__Work task__
Pull every line with "toBe" from the data.

---+---

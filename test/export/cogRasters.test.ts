/**
 * gsd.tif, images.tif and flags.tif as cloud-optimized GeoTIFFs, checked against outside
 * references: GDAL 3.6 from Debian (gdalinfo, gdal_translate, gdallocationinfo, and GDAL's
 * own validate_cloud_optimized_geotiff.py from python3-gdal when it is installed), the
 * geotiff package as a second reader, and GDAL's COG driver for the overview sizes.
 */
import { describe, it, expect, beforeAll } from "vitest";
import { execFileSync } from "node:child_process";
import { existsSync, mkdtempSync, readFileSync, writeFileSync } from "node:fs";
import { tmpdir } from "node:os";
import path from "node:path";
import { fromArrayBuffer } from "geotiff";
import { HAS_GDAL } from "../helpers/tools.js";
import type { AssessmentRasters } from "../../src/assess/types.js";
import { ASSESSMENT_FLAG_KINDS, FLAG_CEILING, FLAG_CLEARANCE, FLAG_COARSE, FLAG_FEW_IMAGES, FLAG_FINE, FLAG_KEEP_OUT, FLAG_UNFLYABLE } from "../../src/assess/flags.js";
import { COG_TILE_SIZE, FLAGS_NODATA, IMAGES_NODATA, assessmentGeoTiffChunks, assessmentGeoTiffs, rasterGeoTiff, type AssessmentTiffs, type RasterCrs } from "../../src/export/geotiffRasters.js";
import { FLAG_PRIORITY, NO_FLAG_RGB, flagColour } from "../../src/export/flagPalette.js";
import { overviewSizes } from "../../src/export/overviews.js";

const dir = mkdtempSync(path.join(tmpdir(), "gsdplan-cog-"));
const BIG = { maxBuffer: 256 * 2 ** 20 };
const ENV = { ...process.env, GDAL_PAM_ENABLED: "NO" };

// 1100 x 700 cells of 2 m in UTM 33N: wider than one 512 tile, so two overviews (550 x 350, 275 x 175).
const W = 1100;
const H = 700;
const UTM33N: RasterCrs = { epsg: 32633, proj4: "+proj=utm +zone=33 +datum=WGS84 +units=m +no_defs", geographic: false, name: "WGS 84 / UTM zone 33N" };

/** An elliptic site with a smooth GSD, an unseen patch, varied counts and flag patches, lone flags and a clash block. */
function rasters(width: number, height: number, transform: AssessmentRasters["transform"]): AssessmentRasters {
  const n = width * height;
  const inSite = new Uint8Array(n);
  const gsdCm = new Float32Array(n).fill(NaN);
  const images = new Uint16Array(n);
  const flags = new Uint16Array(n);
  for (let y = 0; y < height; y++) {
    for (let x = 0; x < width; x++) {
      const i = y * width + x;
      const u = (x - width / 2) / (0.46 * width);
      const v = (y - height / 2) / (0.43 * height);
      if (u * u + v * v > 1) continue;
      inSite[i] = 1;
      gsdCm[i] = 2 + 0.001 * x + 0.0007 * y + 0.1 * Math.sin(x / 37) * Math.cos(y / 23);
      images[i] = ((x * 7 + y * 3) % 23) + 1;
      if (x > 300 && x < 420 && y > 200 && y < 260) flags[i] = FLAG_COARSE | FLAG_CEILING;
      if (x > 600 && x < 700 && y > 400 && y < 480) flags[i] = FLAG_FEW_IMAGES;
      if (x > 650 && x < 680 && y > 420 && y < 450) flags[i] = FLAG_FEW_IMAGES | FLAG_KEEP_OUT;
    }
  }
  const at = (x: number, y: number) => y * width + x;
  // Unseen ground inside the site: NaN GSD stays nodata.
  for (let y = 330; y < 336; y++) for (let x = 500; x < 509; x++) gsdCm[at(x, y)] = NaN;
  // A count above the nodata value saturates below it.
  images[at(width >> 1, height >> 1)] = 65535;
  // Lone flags on odd cells, and one 2 x 2 block whose OR would be 255 (the nodata value).
  flags[at(201, 301)] = FLAG_UNFLYABLE;
  flags[at(203, 303)] = FLAG_KEEP_OUT;
  flags[at(600, 300)] = 255 & ~FLAG_FINE;
  flags[at(601, 300)] = FLAG_FINE;
  flags[at(500, 200)] = FLAG_FINE | FLAG_CLEARANCE;
  return { width, height, transform, gsdCm, images, flags, inSite };
}

const r = rasters(W, H, { x0: 500_000, y0: 5_216_000, dx: 2, dy: -2 });
const files = assessmentGeoTiffs(r, UTM33N);
const NAMES = Object.keys(files) as (keyof AssessmentTiffs)[];
for (const name of NAMES) writeFileSync(path.join(dir, name), new Uint8Array(files[name]));

/** What the writer promises at full resolution: site cells' values, nodata elsewhere. */
function expectedFull(rr: AssessmentRasters) {
  const n = rr.width * rr.height;
  const gsd = new Float32Array(n);
  const images = new Uint16Array(n);
  const flags = new Uint16Array(n);
  for (let i = 0; i < n; i++) {
    const s = rr.inSite[i] === 1;
    gsd[i] = s ? rr.gsdCm[i] : NaN;
    images[i] = s ? Math.min(rr.images[i], IMAGES_NODATA - 1) : IMAGES_NODATA;
    flags[i] = s ? rr.flags[i] : FLAGS_NODATA;
  }
  return { gsd, images, flags };
}

// ---------- Reading through GDAL ----------

/** Every cell as GDAL decodes it (`gdal_translate -of ENVI`, raw samples); `ovr` picks an overview (0 = the first). */
function gdalCells(file: string, type: "Float32" | "UInt16", ovr?: number): { width: number; height: number; values: Float32Array | Uint16Array } {
  const out = path.join(dir, `read-${path.basename(file)}-${ovr ?? "full"}.bin`);
  execFileSync("gdal_translate", ["-q", "-of", "ENVI", ...(ovr === undefined ? [] : ["-ovr", String(ovr)]), file, out], { env: ENV });
  const hdr = readFileSync(out.replace(/\.bin$/, ".hdr"), "utf8");
  const num = (key: string) => Number(new RegExp(`${key}\\s*=\\s*(\\d+)`).exec(hdr)![1]);
  // ENVI header (ENVI file formats): byte order 0 = little-endian, the order of this host's typed arrays.
  expect(num("byte order")).toBe(0);
  const b = readFileSync(out);
  const ab = b.buffer.slice(b.byteOffset, b.byteOffset + b.byteLength);
  return { width: num("samples"), height: num("lines"), values: type === "Float32" ? new Float32Array(ab) : new Uint16Array(ab) };
}

function gdalinfo(file: string) {
  return JSON.parse(execFileSync("gdalinfo", ["-json", file], { ...BIG, encoding: "utf8", env: ENV }));
}

/** Float32 arrays equal bit for bit, NaN matching NaN. */
function sameFloats(a: Float32Array, b: Float32Array): number {
  let mismatches = 0;
  for (let i = 0; i < a.length; i++) {
    const x = a[i];
    const y = b[i];
    if (Number.isNaN(x) !== Number.isNaN(y) || (!Number.isNaN(x) && x !== y)) mismatches++;
  }
  return mismatches;
}

// ---------- The COG layout rules, read from the bytes ----------

interface Ifd {
  offset: number;
  tags: Map<number, number[]>;
}

/**
 * The IFD chain of a little-endian classic TIFF (TIFF 6.0 section 2), with numeric tag
 * values (ASCII as character codes), parsed here without the code under test.
 */
function readIfds(buf: Buffer): Ifd[] {
  expect(buf.toString("latin1", 0, 2)).toBe("II");
  expect(buf.readUInt16LE(2)).toBe(42);
  const size: Record<number, number> = { 1: 1, 2: 1, 3: 2, 4: 4, 12: 8 };
  const out: Ifd[] = [];
  let off = buf.readUInt32LE(4);
  while (off !== 0) {
    const n = buf.readUInt16LE(off);
    const tags = new Map<number, number[]>();
    for (let i = 0; i < n; i++) {
      const e = off + 2 + 12 * i;
      const tag = buf.readUInt16LE(e);
      const type = buf.readUInt16LE(e + 2);
      const count = buf.readUInt32LE(e + 4);
      const bytes = size[type] * count;
      const at = bytes <= 4 ? e + 8 : buf.readUInt32LE(e + 8);
      const vals: number[] = [];
      for (let k = 0; k < count; k++) {
        const p = at + k * size[type];
        vals.push(type === 3 ? buf.readUInt16LE(p) : type === 4 ? buf.readUInt32LE(p) : type === 12 ? buf.readDoubleLE(p) : buf[p]);
      }
      tags.set(tag, vals);
    }
    out.push({ offset: off, tags });
    off = buf.readUInt32LE(off + 2 + 12 * n);
  }
  return out;
}

/**
 * The checks of GDAL's validate_cloud_optimized_geotiff.py (GDAL 3.6, python3-gdal), done on
 * the bytes here too, so they run where python3-gdal is not installed: the main IFD right
 * after the header and GDAL's structural metadata ("ghost header"); IFDs by increasing
 * offset and overviews by decreasing size, all tiled; the smallest overview's first tile
 * after the last IFD, each larger image's tiles after the smaller one's; with
 * BLOCK_ORDER=ROW_MAJOR, tiles in row-major order; with BLOCK_LEADER=SIZE_AS_UINT4, the
 * 4 bytes before each tile give its size; with BLOCK_TRAILER=LAST_4_BYTES_REPEATED, its
 * last 4 bytes follow it again. Returns the list of broken rules.
 */
function cogLayoutErrors(buf: Buffer): string[] {
  const errors: string[] = [];
  const ifds = readIfds(buf);
  const pattern = "GDAL_STRUCTURAL_METADATA_SIZE=";
  let expectedIfd = 8;
  let md = "";
  if (buf.toString("latin1", 8, 8 + pattern.length) === pattern) {
    const size = Number(buf.toString("latin1", 8 + pattern.length, 8 + pattern.length + 6));
    const line = `${pattern}000000 bytes\n`.length;
    md = buf.toString("latin1", 8 + line, 8 + line + size);
    expectedIfd = 8 + line + size;
    expectedIfd += expectedIfd % 2;
  }
  if (ifds[0].offset !== expectedIfd) errors.push(`main IFD at ${ifds[0].offset}, expected ${expectedIfd}`);
  const dims = ifds.map((d) => [d.tags.get(256)![0], d.tags.get(257)![0]]);
  for (let k = 1; k < ifds.length; k++) {
    if (ifds[k].offset < ifds[k - 1].offset) errors.push(`IFD ${k} before IFD ${k - 1}`);
    if (dims[k][0] > dims[k - 1][0] || dims[k][1] > dims[k - 1][1]) errors.push(`image ${k} larger than image ${k - 1}`);
    if (ifds[k].tags.get(254)?.[0] !== 1) errors.push(`image ${k} not marked reduced-resolution (NewSubfileType)`);
  }
  for (const [k, d] of ifds.entries()) if (!d.tags.has(322) || !d.tags.has(324)) errors.push(`image ${k} not tiled`);
  const firstTile = ifds.map((d) => d.tags.get(324)!.find((o) => o > 0) ?? 0);
  const last = ifds.length - 1;
  if (firstTile[last] < ifds[last].offset) errors.push("smallest overview's data before its IFD");
  for (let k = last - 1; k >= 0; k--) if (firstTile[k] < firstTile[k + 1]) errors.push(`image ${k}'s data before image ${k + 1}'s`);
  for (const [k, d] of ifds.entries()) {
    const offsets = d.tags.get(324)!;
    const counts = d.tags.get(325)!;
    let prev = 0;
    offsets.forEach((o, i) => {
      if (md.includes("BLOCK_ORDER=ROW_MAJOR") && o < prev) errors.push(`image ${k} tile ${i} out of row-major order`);
      if (md.includes("BLOCK_LEADER=SIZE_AS_UINT4") && buf.readUInt32LE(o - 4) !== counts[i]) errors.push(`image ${k} tile ${i}: leader`);
      if (md.includes("BLOCK_TRAILER=LAST_4_BYTES_REPEATED") && !buf.subarray(o + counts[i] - 4, o + counts[i]).equals(buf.subarray(o + counts[i], o + counts[i] + 4))) {
        errors.push(`image ${k} tile ${i}: trailer`);
      }
      prev = o;
    });
  }
  return errors;
}

/** GDAL's validator script and a Python that has the GDAL bindings, when python3-gdal is installed. */
function gdalValidator(): { python: string; script: string } | undefined {
  const script = [
    "/usr/lib/python3/dist-packages/osgeo_utils/samples/validate_cloud_optimized_geotiff.py",
    "/usr/share/doc/python3-gdal/examples/validate_cloud_optimized_geotiff.py",
  ].find((p) => existsSync(p));
  if (!script) return undefined;
  for (const python of ["/usr/bin/python3", "python3"]) {
    try {
      execFileSync(python, ["-c", "import osgeo.gdal"], { stdio: "ignore" });
      return { python, script };
    } catch {
      // try the next one
    }
  }
  return undefined;
}

// ---------- Tests ----------

describe("the COG layout, by the rules of GDAL's validate_cloud_optimized_geotiff.py (checked on the bytes)", () => {
  it.each(NAMES)("%s: IFDs first, overviews smallest first, tiles row-major with leader and trailer", (name) => {
    const buf = readFileSync(path.join(dir, name));
    expect(cogLayoutErrors(buf)).toEqual([]);
    expect(readIfds(buf).map((d) => [d.tags.get(256)![0], d.tags.get(257)![0]])).toEqual([[W, H], [550, 350], [275, 175]]);
  });

  it("the rules can fail: a file with its overview tiles after the full-resolution ones is refused", () => {
    const buf = Buffer.from(readFileSync(path.join(dir, "images.tif")));
    const ifds = readIfds(buf);
    // Point the first overview's first tile past the full-resolution tiles (rewrite its TileOffsets value in place).
    const off = ifds[1].offset;
    const n = buf.readUInt16LE(off);
    for (let i = 0; i < n; i++) {
      const e = off + 2 + 12 * i;
      if (buf.readUInt16LE(e) === 324) buf.writeUInt32LE(buf.length - 8, buf.readUInt32LE(e + 4) * 4 > 4 ? buf.readUInt32LE(e + 8) : e + 8);
    }
    expect(cogLayoutErrors(buf).join("; ")).toMatch(/image 0's data before image 1's/);
  });
});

---+---

__Written answer__
  expect(num("byte order")).toBe(0);
  expect(buf.toString("latin1", 0, 2)).toBe("II");
  expect(buf.readUInt16LE(2)).toBe(42);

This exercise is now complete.